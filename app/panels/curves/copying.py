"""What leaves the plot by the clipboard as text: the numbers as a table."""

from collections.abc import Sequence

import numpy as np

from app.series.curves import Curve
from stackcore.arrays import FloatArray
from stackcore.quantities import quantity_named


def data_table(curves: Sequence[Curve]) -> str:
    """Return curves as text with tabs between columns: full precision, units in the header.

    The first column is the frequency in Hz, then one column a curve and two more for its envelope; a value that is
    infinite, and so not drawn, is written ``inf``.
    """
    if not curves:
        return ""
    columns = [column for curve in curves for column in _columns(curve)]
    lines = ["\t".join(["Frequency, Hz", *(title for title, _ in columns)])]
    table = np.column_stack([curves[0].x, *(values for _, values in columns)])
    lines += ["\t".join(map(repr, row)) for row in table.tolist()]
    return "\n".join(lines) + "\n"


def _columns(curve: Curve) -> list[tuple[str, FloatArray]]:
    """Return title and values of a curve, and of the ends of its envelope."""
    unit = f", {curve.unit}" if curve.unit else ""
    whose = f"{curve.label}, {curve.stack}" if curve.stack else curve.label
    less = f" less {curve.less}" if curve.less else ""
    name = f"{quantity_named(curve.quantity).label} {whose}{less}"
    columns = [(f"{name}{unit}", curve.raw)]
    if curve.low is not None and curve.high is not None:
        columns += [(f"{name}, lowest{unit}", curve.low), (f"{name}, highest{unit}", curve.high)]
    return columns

════════

Prompt
Transcribe the listing above verbatim.

Solution to this problem
filename app/panels/curves/copying.py
"""What leaves the plot by the clipboard as text: the numbers as a table."""

from collections.abc import Sequence

import numpy as np

from app.series.curves import Curve
from stackcore.arrays import FloatArray
from stackcore.quantities import quantity_named


def data_table(curves: Sequence[Curve]) -> str:
    """Return curves as text with tabs between columns: full precision, units in the header.

    The first column is the frequency in Hz, then one column a curve and two more for its envelope; a value that is
    infinite, and so not drawn, is written ``inf``.
    """
    if not curves:
        return ""
    columns = [column for curve in curves for column in _columns(curve)]
    lines = ["\t".join(["Frequency, Hz", *(title for title, _ in columns)])]
    table = np.column_stack([curves[0].x, *(values for _, values in columns)])
    lines += ["\t".join(map(repr, row)) for row in table.tolist()]
    return "\n".join(lines) + "\n"


def _columns(curve: Curve) -> list[tuple[str, FloatArray]]:
    """Return title and values of a curve, and of the ends of its envelope."""
    unit = f", {curve.unit}" if curve.unit else ""
    whose = f"{curve.label}, {curve.stack}" if curve.stack else curve.label
    less = f" less {curve.less}" if curve.less else ""
    name = f"{quantity_named(curve.quantity).label} {whose}{less}"
    columns = [(f"{name}{unit}", curve.raw)]
    if curve.low is not None and curve.high is not None:
        columns += [(f"{name}, lowest{unit}", curve.low), (f"{name}, highest{unit}", curve.high)]
    return columns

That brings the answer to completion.